The building is constructed in ashlar stone, with rusticated quoins and a moulded plinth. Its main part has a rectangular plan in two storeys, with a flat lead roof and an extension to the rear. The east face forms the entrance front. It is symmetrical in five bays with a protruding three-bay single-storey portico. The portico has three round arches on columns and is surmounted by a balustrade. The central doorway has a round arch and on each side are two mullioned and transomed windows. On the first floor is a central doorway with a mullioned window above and arched niches in each side. The other bays contain mullioned and transomed windows. There are string courses between the storeys and over the upper storey. Over the lateral two windows on the ground floor are curved tympani, and over each bay in the upper storey is a broken tympanum. Each of these tympani contains a sculpted human head. A balustrade runs around the top of the roof, and at its rear are six joined chimneys.
The entrance hall contains two original arches. One of these includes a fireplace, the other leads to the staircase. The National Trust has inserted a panelled wall on the left. The staircase has been rebuilt by the National Trust in a stairwell measuring 18 feet (5 m) by 18 feet (5 m), and its oak balusters have been copied from those at Cornbury Park in Oxfordshire.
The Great Room on the first floor has been restored in an attempt to link with its original design, including its classical ordering with a dado, pilasters and entablature. The walls would have been hung with tapestry, but this has been replaced with family portraits that originally hung in Sherborne House. The floor has been reconstructed, using chestnut boards measuring 49 feet (15 m) from the Welsh border. The chimneypiece has been reconstructed by masons from the Hereford Cathedral workshop.
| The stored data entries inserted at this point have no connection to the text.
"""The typeset form: LaTeX strings for matplotlib's mathtext (pure string building).

The equation's LaTeX is built straight from the tokens (after the checked parse has
accepted them), in the order typed (``2^{10}``, ``\\pi``, ``\\mathrm{deg}``, ``\\ln``),
mathtext-safe and linear in the text. Derivatives are printed by sympy's LaTeX printer
restricted to what mathtext renders. Both set a name of several letters upright as one
symbol (``\\mathrm{cp}``) and separate the factors of a product holding one by ``\\cdot``;
constants are printed in their shortest digits, never padded with zeros. Whether mathtext
really renders a string is checked in the app (app.documents.typesetting.mathtext): the core
never imports matplotlib.
"""

from __future__ import annotations

import math
import re
from dataclasses import dataclass
from decimal import Decimal
from typing import Any

import sympy as sp
from sympy.printing.conventions import split_super_sub
from sympy.printing.latex import LatexPrinter, translate

from solvers.equation.calculus import _node_count
from solvers.equation.compile import floatify_big
from solvers.equation.lexer import _Token, tokenize

# Typesetting budget: LaTeX longer than this is not typeset (mathtext takes ~0.4 s per
# 1,000 characters and the result is unreadable on a strip or a page anyway), and a
# derivative of more nodes than this is not even printed to LaTeX. Callers show "too
# large to typeset" instead.
MAX_TYPESET_CHARS = 2_000
MAX_TYPESET_NODES = 1_500


# A name of several letters is set upright as one symbol (\mathrm{cp}, \mathrm{Re}) so it
# cannot be read as a product of one-letter names; within a product that has such a name
# among its factors (or as the base of a factor's power), the factors are separated by
# \cdot ("m \cdot \mathrm{cp}", not "m cp"). Greek names (alpha -> \alpha) and the
# subscripts sympy splits off (x1 -> x_{1}, T_hi -> T_{hi}) keep sympy's form. The token
# typesetter and the printer of derivatives share this rule (the strip and the sheet show
# one convention).
_MULTI_LETTER = re.compile(r"[A-Za-z]{2,}")
_NAME_DOT = r" \cdot "


def _named_factor(factor: Any) -> bool:
    """Whether a factor of a product is a multi-letter name or a power of one, or the
    name d (set apart by \\cdot as they are)."""
    base = factor.base if isinstance(factor, sp.Pow) else factor
    if not isinstance(base, sp.Symbol):
        return False
    name, _, _ = split_super_sub(base.name)
    # a lone d beside another factor reads as a differential: the derivative of a
    # linkage's K1*cos(t4) with K1 = d/a was set "d sin(t4)/a", d(sin t4) to the eye
    # (d^2, a diameter squared, reads as one: "pi d^2/4" stays as it was)
    if base.name == "d":
        return not isinstance(factor, sp.Pow)
    return bool(_MULTI_LETTER.fullmatch(translate(name)))


class _MathtextLatexPrinter(LatexPrinter):
    """sympy LaTeX restricted to what matplotlib's mathtext renders, multi-letter names
    upright and set apart by \\cdot in products (the token typesetter's convention)."""

    def _deal_with_super_sub(self, string: str, style: str = "plain") -> str:
        tex = super()._deal_with_super_sub(string, style=style)
        name, _, _ = self._split_super_sub(string)
        if name and _MULTI_LETTER.fullmatch(name):
            return r"\mathrm{" + name + "}" + tex[len(name):]
        return tex

    def _print_Mul(self, expr: Any) -> str:
        if not any(_named_factor(f) for f in expr.args):
            return super()._print_Mul(expr)
        saved = self._settings["mul_symbol_latex"]
        self._settings["mul_symbol_latex"] = _NAME_DOT
        try:
            return super()._print_Mul(expr)
        finally:
            self._settings["mul_symbol_latex"] = saved

    def _named(self, name: str, expr: Any, exp: Any) -> str:
        args = ", ".join(self._print(a) for a in expr.args)
        tex = name + r"\left(" + args + r"\right)"
        return tex if exp is None else r"\left(" + tex + r"\right)^{" + str(exp) + "}"

    def _print_log10(self, expr: Any, exp: Any = None) -> str:
        return self._named(r"\log_{10}", expr, exp)

    def _print_log2(self, expr: Any, exp: Any = None) -> str:
        return self._named(r"\log_{2}", expr, exp)

    def _print_Heaviside(self, expr: Any, exp: Any = None) -> str:
        return self._named(r"\mathrm{H}", expr, exp)

    def _print_sign(self, expr: Any, exp: Any = None) -> str:
        return self._named(r"\mathrm{sgn}", expr, exp)

    def _print_atan2(self, expr: Any, exp: Any = None) -> str:
        return self._named(r"\mathrm{atan2}", expr, exp)

    def _print_Float(self, expr: Any) -> str:
        # Constants are doubles here: print the shortest text that reads back as the same
        # double (2.0 as 2, 0.1 as 0.1), not sympy's 15 digits; see _float_tex.
        try:
            v = float(expr)
        except OverflowError:
            return super()._print_Float(expr)
        if not math.isfinite(v):
            return super()._print_Float(expr)
        return _float_tex(v)


def _float_tex(v: float) -> str:
    """A finite double as LaTeX: its shortest round-tripping digits, never padded.

    From 10^-4 up to 10^6 the plain decimal (2, 0.1, 273.15); outside it mantissa and power
    of ten (4.05285 \\cdot 10^{15}, 10^{-6}): repr writes 4.05285e15 as 4052850000000000.0,
    sixteen digits of which ten are padding that claim a precision the value does not have.
    """
    if v == 0:
        return "0"
    if 1e-4 <= abs(v) < 1e6:
        return str(int(v)) if v == int(v) else repr(v)
    sign, digits, exponent = Decimal(repr(v)).normalize().as_tuple()
    text = "".join(map(str, digits))
    power = exponent + len(text) - 1  # v = +-d.ddd * 10^power
    mantissa = text[0] + ("." + text[1:] if len(text) > 1 else "")
    mantissa = ("-" if sign else "") + mantissa
    if mantissa in ("1", "-1"):
        return mantissa[:-1] + "10^{" + str(power) + "}"
    return mantissa + r" \cdot 10^{" + str(power) + "}"


_LATEX_SETTINGS = {"ln_notation": True}  # a printer per call: printers keep state while printing


def latex(expr: Any) -> str:
    """sympy LaTeX of ``expr``, restricted to what matplotlib's mathtext renders."""
    # The printer asks sign questions of every exponent (is it negative? is it constant?)
    # to decide what goes under a fraction bar; with real symbols, exp(-exp(-...(x)))
    # answers them by simplifying, which took time exponential in the depth (133 s for 14
    # levels). The same names without assumptions print the same text and answer at once.
    plain = {s: sp.Symbol(s.name) for s in getattr(expr, "free_symbols", ())
             if isinstance(s, sp.Symbol) and s.assumptions0}
    if plain:
        expr = expr.xreplace(plain)
    # A double that is an integer (the scale 1.0 of a unit, the exponent -1.0) as an
    # integer: sympy then writes 1.0*T as T, -1.0*m as -m and x**-1.0 as a fraction,
    # where the printed "1" of 1.0 stood in front of the factors (- 1 cp m).
    whole = {c: sp.Integer(int(c)) for c in getattr(expr, "atoms", lambda *_: ())(sp.Float)
             if math.isfinite(float(c)) and float(c) == int(c) and abs(float(c)) < 1e6}
    if whole:
        expr = expr.xreplace(whole)
    printer = _MathtextLatexPrinter(_LATEX_SETTINGS)
    try:
        tex = printer.doprint(expr)
    except ValueError:  # an integer too long for str(): show it as a float
        tex = printer.doprint(floatify_big(expr))
    # mathtext has no \operatorname in older matplotlib; \mathrm looks the same.
    return tex.replace(r"\operatorname{", r"\mathrm{")


# The typeset form is built as a string straight from the tokens (after the checked parse
# has accepted them), in the order typed: linear in the text, and nothing for sympy's
# printer to simplify or to slow down on (its printing of unevaluated nested trees can be
# exponential).
_SUM, _NEG, _PROD, _FRAC, _POW, _ATOM = range(6)

_TEX_FUNCTIONS = {
    "ln": r"\ln", "log10": r"\log_{10}", "log2": r"\log_{2}", "sin": r"\sin", "cos": r"\cos",
    "tan": r"\tan", "asin": r"\arcsin", "acos": r"\arccos", "atan": r"\arctan",
    "sinh": r"\sinh", "cosh": r"\cosh", "tanh": r"\tanh", "asinh": r"\mathrm{asinh}",
    "acosh": r"\mathrm{acosh}", "atanh": r"\mathrm{atanh}", "atan2": r"\mathrm{atan2}",
    "min": r"\min", "max": r"\max", "erf": r"\mathrm{erf}", "erfc": r"\mathrm{erfc}",
    **{f"{kind}{order}": f"{kind}_{{{order}}}" for kind in "JYIK" for order in (0, 1)},
}


@dataclass(frozen=True)
class _Tex:
    tex: str
    prec: int
    number: bool = False  # a bare number (a product writes \cdot before it)
    named: bool = False  # a multi-letter name or a power of one (\cdot in its product)


def _paren(node: _Tex, below: int) -> str:
    return rf"\left({node.tex}\right)" if node.prec < below else node.tex


class _Typesetter:
    """Recursive descent over tokens the checked parse accepted, producing LaTeX."""

    def __init__(self, tokens: list[_Token]):
        self.tokens = tokens
        self.i = 0
        self.symbols: dict[str, str] = {}

    @property
    def tok(self) -> _Token:
        return self.tokens[self.i]

    def advance(self) -> _Token:
        self.i += 1
        return self.tokens[self.i - 1]

    def equation(self) -> str:
        lhs = self.sum().tex
        if self.tok.text == "=":
            self.advance()
            return f"{lhs} = {self.sum().tex}"
        return f"{lhs} = 0"

    def sum(self) -> _Tex:
        first = self.product()
        parts = [first.tex]
        while self.tok.text in ("+", "-"):
            op = self.advance().text
            parts.append(f"{op} {_paren(self.product(), _PROD)}")
        return first if len(parts) == 1 else _Tex(" ".join(parts), _SUM)

    def product(self) -> _Tex:
        top, bottom = [self.signed()], []
        while self.tok.text in ("*", "/"):
            (top if self.advance().text == "*" else bottom).append(self.signed())
        if len(top) == 1 and not bottom:
            return top[0]
        negative = top[0].prec == _NEG and bool(bottom)
        if negative:  # -a/b is typeset as - a/b, the sign before the fraction
            top[0] = _Tex(top[0].tex[2:], top[0].prec + 1)
        numerator = self.juxtapose(top)
        if not bottom:
            return _Tex(numerator, _PROD)
        tex = rf"\frac{{{numerator}}}{{{self.juxtapose(bottom)}}}"
        return _Tex("- " + tex, _NEG) if negative else _Tex(tex, _FRAC)

    @staticmethod
    def juxtapose(factors: list[_Tex]) -> str:
        # The printer's rule (_MathtextLatexPrinter._print_Mul): \cdot between all the
        # factors of a product that holds a multi-letter name, else a space (and \cdot
        # before a number, which would otherwise run into the digits before it).
        named = any(f.named for f in factors)
        tex = _paren(factors[0], _NEG) if len(factors) > 1 else factors[0].tex
        for f in factors[1:]:
            dot = named or f.number or f.tex[:1].isdigit()
            tex += (_NAME_DOT if dot else " ") + _paren(f, _FRAC)
        return tex

    def signed(self) -> _Tex:
        if self.tok.text in ("+", "-"):
            op = self.advance().text
            inner = self.signed()
            return inner if op == "+" else _Tex("- " + _paren(inner, _PROD), _NEG)
        return self.power()

    def power(self) -> _Tex:
        base = self.primary()
        if self.tok.text not in ("^", "**"):
            return base
        self.advance()
        exponent = self.signed()
        return _Tex(f"{_paren(base, _ATOM)}^{{{exponent.tex}}}", _POW,
                    named=base.named and base.tex != "d")  # d^2 is no differential

    def primary(self) -> _Tex:
        t = self.advance()
        if t.kind == "num":
            number = _Tex(_tex_number(t.text), _ATOM, number=True)
            nxt = self.tok
            if nxt.pos == t.end and (nxt.kind == "name" or nxt.text == "("):
                rest = self.power()
                joint = _NAME_DOT if rest.named or rest.tex[:1].isdigit() else " "
                return _Tex(number.tex + joint + _paren(rest, _FRAC), _PROD)
            return number
        if t.text == "(":
            inner = self.sum()
            self.advance()  # ')'
            return inner
        if self.tok.text == "(":  # a function call
            self.advance()
            args = []
            while self.tok.text != ")":
                args.append(self.sum().tex)
                if self.tok.text == ",":
                    self.advance()
            self.advance()  # ')'
            return self.call(t.text, args)
        if t.text == "pi":
            return _Tex(r"\pi", _ATOM)
        if t.text == "deg":
            return _Tex(r"\mathrm{deg}", _ATOM)
        tex = self.symbols.get(t.text)
        if tex is None:
            tex = self.symbols[t.text] = latex(sp.Symbol(t.text))
        return _Tex(tex, _ATOM, named=tex.startswith(r"\mathrm{") or t.text == "d")

    @staticmethod
    def call(name: str, args: list[str]) -> _Tex:
        joined = ", ".join(args)
        if name == "sqrt":
            return _Tex(rf"\sqrt{{{joined}}}", _ATOM)
        if name == "exp":
            return _Tex(rf"e^{{{joined}}}", _POW)
        if name == "abs":
            return _Tex(rf"\left|{joined}\right|", _ATOM)
        return _Tex(rf"{_TEX_FUNCTIONS[name]}\left({joined}\right)", _ATOM)


def _tex_number(text: str) -> str:
    mantissa, _, exponent = text.lower().partition("e")
    if not exponent:
        return text
    power = rf"10^{{{int(exponent)}}}"
    return power if mantissa in ("1", "1.", "1.0") else rf"{mantissa} \cdot {power}"


def typeset(text: str, lhs: Any, rhs: Any | None) -> str:
    """LaTeX of the equation in the order it was typed (parameters by name); if that
    cannot be built, sympy's printing of the checked expression."""
    try:
        return _Typesetter(tokenize(text)).equation()
    except Exception:  # noqa: BLE001 - cosmetic path: fall back to the checked expression
        sides = [lhs] if rhs is None else [lhs, rhs]
        tex = [latex(side.expr) for side in sides]
        return " = ".join(tex) + (" = 0" if len(tex) == 1 else "")



def lines_latex(text: str) -> tuple[tuple[str, str], ...]:
    """Each line of a text of several lines (definitions and equations, ``;`` or line
    breaks between them) as (the line as typed, its LaTeX in typed order, or '' where it
    cannot be typeset); () when the text cannot be split into lines."""
    from solvers.equation.lines import split_lines

    try:
        lines = split_lines(text, tokenize(text))
    except Exception:  # noqa: BLE001 - cosmetic path: the text as entered governs
        return ()
    out = []
    for line in lines:
        piece = text[line.start:line.end]
        try:
            tex = _Typesetter(tokenize(piece)).equation()
        except Exception:  # noqa: BLE001 - as above
            tex = ""
        # the one equation's budget, per line: past it the text as entered is clearer
        out.append((piece, tex if len(tex) <= MAX_TYPESET_CHARS else ""))
    return tuple(out)


def derivative_latex(d: Any) -> str:
    """LaTeX (mathtext-safe) of a derivative, parameters by name; '' for None, or when it
    is over the typesetting budget (MAX_TYPESET_NODES nodes, MAX_TYPESET_CHARS characters).

    Constants folded while differentiating (1/3.7 -> 0.27027027027027) are shown to six
    significant figures: the typeset form is for reading; f' itself is exact.
    """
    if d is None or _node_count(d, MAX_TYPESET_NODES) > MAX_TYPESET_NODES:
        return ""
    short = {c: sp.Float(float(f"{float(c):.6g}")) for c in d.atoms(sp.Float)}
    tex = latex(d.xreplace(short) if short else d)
    return tex if len(tex) <= MAX_TYPESET_CHARS else ""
Three structures associated with the Lodge Park have been designated as Grade II listed buildings by English Heritage. About 10 metres (33 ft) to the south of building is a pair of gates with piers that date from the mid-18th century or earlier. The gates are constructed in cast iron and the piers are in limestone. The piers consist of hammer-dressed quoins up to the level of the top of the gates; on the top of each is a large stone block surmounted by a triangular pedimented capping stone. Some 40 metres (131 ft) to the east is a fountain probably dating from 1898. This consists of a circular stone surround with four urns, one at each cardinal point. In the centre is the fountain, also in the form of an urn, but larger than those on the surround. Further to the east, some 120 metres (394 ft) from the building, is a pair of limestone lodges with adjoining walls, gate piers and gates also dating from about 1898.
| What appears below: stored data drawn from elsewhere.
"""Reading an equation once: the text parsed, differentiated and compiled with the
parameters as arguments (:class:`solvers.equation.record._Core`), then bound to the values
given, or left waiting for :meth:`solvers.equation.record.Equation.bind` (parse once, bind
late). The records and the binding live in :mod:`solvers.equation.record`.
"""

from __future__ import annotations

import re
from collections.abc import Mapping
from dataclasses import replace
from typing import Any

import sympy as sp

from solvers.equation import calculus
from solvers.equation.compile import Code, floatify_big, hoist
from solvers.equation.lexer import EquationError
from solvers.equation.lines import check_shadowing, read_lines
from solvers.equation.parser import _is_bad, _Node
from solvers.equation.record import Equation, Remark, _bind, _Core, _no_value
from solvers.equation.values import choose_unknown, validate_parameters
from solvers.units import Converted, convert_parameters, plan_for

_TRIG = ("sin", "cos", "tan")
_LIMITS = {"too_large": (calculus.MAX_DERIVATIVE_NODES,),
           "kinks_nested": (calculus.MAX_KINK_NESTING,)}


def _build_core(text: str, parser: Any, lhs: _Node, rhs: _Node | None, unknown: str,
                unknown_unit: str | None = None, check_dimensions: bool = True) -> _Core:
    """Differentiate and compile once, with the parameters as arguments."""
    names = [n for n in parser.names if n != unknown]
    x = sp.Symbol(unknown, real=True)
    symbols = tuple(sp.Symbol(n, real=True) for n in names)
    symbolic = floatify_big(lhs.expr if rhs is None else lhs.expr - rhs.expr)
    plan = plan_for(text, parser, lhs, rhs, x, dict(zip(names, symbols, strict=True)),
                    unknown_unit, check_dimensions)
    quantity_expr = None
    if plan.scale != 1.0 or plan.offset != 0.0:
        quantity_expr = symbolic
        # x is in the unknown's unit: the code reads x_SI = scale*x + offset, constants
        # compiled in (no wrapper per call); f' picks up the scale by the chain rule
        symbolic = symbolic.xreplace({x: plan.scale * x + plan.offset})
    if not isinstance(symbolic, sp.Basic) or _is_bad(symbolic):
        raise EquationError("part of the equation has no finite real value", None)
    # Parts with parameters only are computed once per binding and passed to f and f' as
    # arguments (_h0, _h1, ...), so f costs what it cost when values were folded in.
    table: dict[Any, Any] = {}
    unknowns = frozenset((x,))
    remarks: list[Remark] = []
    f_expr = hoist(symbolic, unknowns, table)
    derivative, why = calculus.derivative(symbolic, x)
    d_expr = None if derivative is None else hoist(derivative, unknowns, table)
    hoisted = list(table.values())
    try:
        f_code = Code([f_expr], [x], hoisted)
    except Exception as err:  # noqa: BLE001 - say so in one line rather than a traceback
        raise EquationError(f"the equation cannot be compiled ({type(err).__name__})",
                            None) from None
    fprime_code = None
    if d_expr is not None:
        try:
            fprime_code = Code([d_expr], [x], hoisted)
        except Exception:  # noqa: BLE001 - Newton can still differentiate numerically
            derivative, why = None, "not_compiled"
    if why is not None:
        remarks.append(Remark("no_derivative", why, _LIMITS.get(why, ())))
    checks = tuple(c for c in parser.checks if unknown not in c.names)
    bind_code = None
    if table or checks:
        try:
            bind_code = Code([*table, *(e for c in checks for e in c.exprs)], [], symbols,
                             many=True)
        except Exception as err:  # noqa: BLE001 - one line rather than a traceback
            raise EquationError(f"the equation cannot be compiled ({type(err).__name__})",
                                None) from None
    remarks.extend(_remarks(parser, parser.names, unknown, symbolic, x, text))
    return _Core(text=text, unknown=unknown, parameter_names=tuple(names), symbols=symbols,
                 x=x, symbolic_expr=symbolic, symbolic_derivative=derivative, f_code=f_code,
                 fprime_code=fprime_code, checks=checks, n_hoisted=len(table),
                 bind_code=bind_code,
                 sides=(lhs, rhs), remarks=tuple(remarks), units=plan,
                 quantity_expr=quantity_expr)


def parse_equation(text: str, unknown: str | None = None,
                   parameters: Mapping[str, Any] | None = None,
                   unknown_unit: str | None = None, *,
                   check_dimensions: bool = True,
                   require_values: bool | None = None) -> Equation:
    """Read, check and compile an equation; see :mod:`solvers.equation` for the syntax.

    ``parameters`` maps names to numbers, numpy arrays (entries the text does not use
    are ignored; arrays broadcast), or values with a unit: a string ``"150 mm"`` or a
    :class:`solvers.units.Measured` (converted once to SI base units); ``unknown`` is the
    name to solve for, inferred when exactly one name in the text has no value.
    ``unknown_unit`` is the unit f takes x in and roots are in (it must fit the dimension
    the equation implies; without it, the SI unit of that dimension). When any parameter
    or the unknown has a unit the dimensions are checked, unless ``check_dimensions`` is
    False (the remark ``dimensions_unchecked`` then says so).

    Parse once, bind late: with ``unknown`` named, parameters may be left without a value
    (``require_values`` False, the default then): the equation is parsed and compiled, its
    :attr:`Equation.unbound` lists them, and f and f' raise :class:`EquationError`
    naming them until :meth:`Equation.bind` gives them. ``require_values=True`` (what the
    front ends pass) refuses a missing value here, with its position. Raises
    :class:`EquationError` (one line, with ``.position`` where it applies) for anything it
    cannot use, including a part with no finite real value for the given values or a
    dimensional mismatch; never evaluates user text as code. The result's
    :meth:`Equation.bind` gives other values without parsing again.
    """
    parameters, converted = convert_parameters(parameters)
    values = validate_parameters(parameters)
    reading = read_lines(text)
    check_shadowing(reading, values, () if unknown is None else (unknown,))
    remarks: list[Remark] = []
    line = reading.equations[0]
    if not reading.names and reading.definitions:
        # every name of the equation was defined above ('x = 1; x = 2'): say so, not that
        # the text has no names
        written = text[line.start:line.end].strip()
        used = [d.name for d in reading.definitions
                if re.search(rf"(?<![\w.]){re.escape(d.name)}(?!\w)", written)]
        if used:
            raise EquationError(
                f"the equation '{written}' has no unknown left: "
                + ", ".join(f"'{n}'" for n in used)
                + (" is" if len(used) == 1 else " are") + " defined above it, and an "
                "unknown cannot also be given a definition", line.start)
    if require_values is None:
        require_values = unknown is None
    unknown = choose_unknown(text, reading.names, unknown, values, reading.first_pos,
                             require_values)
    if unknown in values:
        remarks.append(Remark("unknown_has_value", unknown))
    core = _build_core(text, reading, line.lhs, line.rhs, unknown, unknown_unit,
                       check_dimensions)
    if reading.definitions or line.start > 0 or line.end < len(text.rstrip()):
        core = replace(core, definitions=tuple(reading.definitions),
                       span=(line.start, line.end))
    missing = [n for n in core.parameter_names if n not in values]
    if missing:
        return _unbound(core, {n: values[n] for n in core.parameter_names if n in values},
                        missing, unknown_unit, tuple(remarks) + core.remarks, converted)
    used = {n: values[n] for n in core.parameter_names}
    return _bind(core, used, tuple(remarks) + core.remarks, converted)


def _unbound(core: _Core, values: dict[str, Any], missing: list[str],
             unknown_unit: str | None, remarks: tuple[Remark, ...],
             converted: Mapping[str, Converted]) -> Equation:
    """The parsed equation with some parameters still without a value: f and f' say
    which when called (nothing is checked or evaluated until :meth:`Equation.bind`)."""
    why = _no_value(missing, core.unknown) + "; give them with Equation.bind"  # (as above)

    def unusable(x: Any) -> Any:
        raise EquationError(why)

    return Equation(text=core.text, unknown=core.unknown, parameters=values,
                    names=(core.unknown, *core.parameter_names), f=unusable,
                    fprime=None if core.fprime_code is None else unusable, remarks=remarks,
                    _core=core, unknown_unit=unknown_unit,
                    units={n: c for n, c in converted.items() if n in values})


def _remarks(parser: Any, names: list[str], unknown: str, expr: Any, x: Any,
             text: str) -> list[Remark]:
    remarks = []
    if "deg" in parser.used:
        remarks.append(Remark("degrees"))
    if parser.used.intersection(_TRIG) and "deg" not in parser.used:
        remarks.append(Remark("radians"))
    if parser.used.intersection({"abs", "min", "max"}):
        remarks.append(Remark("kinks"))
    if x not in expr.free_symbols:
        remarks.append(Remark("no_dependence", unknown))
    if any(n in ("e", "E") for n in names) and re.search(r"[0-9.][eE][+-]?[0-9]", text):
        remarks.append(Remark("e_notation"))
    return remarks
To the west of Park Lodge is an area of parkland of 115 hectares. This was landscaped to a design by Charles Bridgeman from the mid-1720s for Sir John Dutton. It has been registered by English Heritage at Grade I. The park contained a series of "rooms" (presumably for herding deer), a Great Avenue, and a serpentine canal.
The estate is open to the public. It contains wild animals including fallow and roe deer, badgers and foxes. There are a number of footpaths and walks in the estate, including a sculpture trail; some of these start from Ewe Pen Barn (grid reference SP158143). On the estate are water-meadows, including draining channels and sluices (grid reference SP175154).
Lodge Park is open to the public at advertised times and has a small shop and provides light refreshments. The building is available for weddings. The Sherborne Estate is open all year.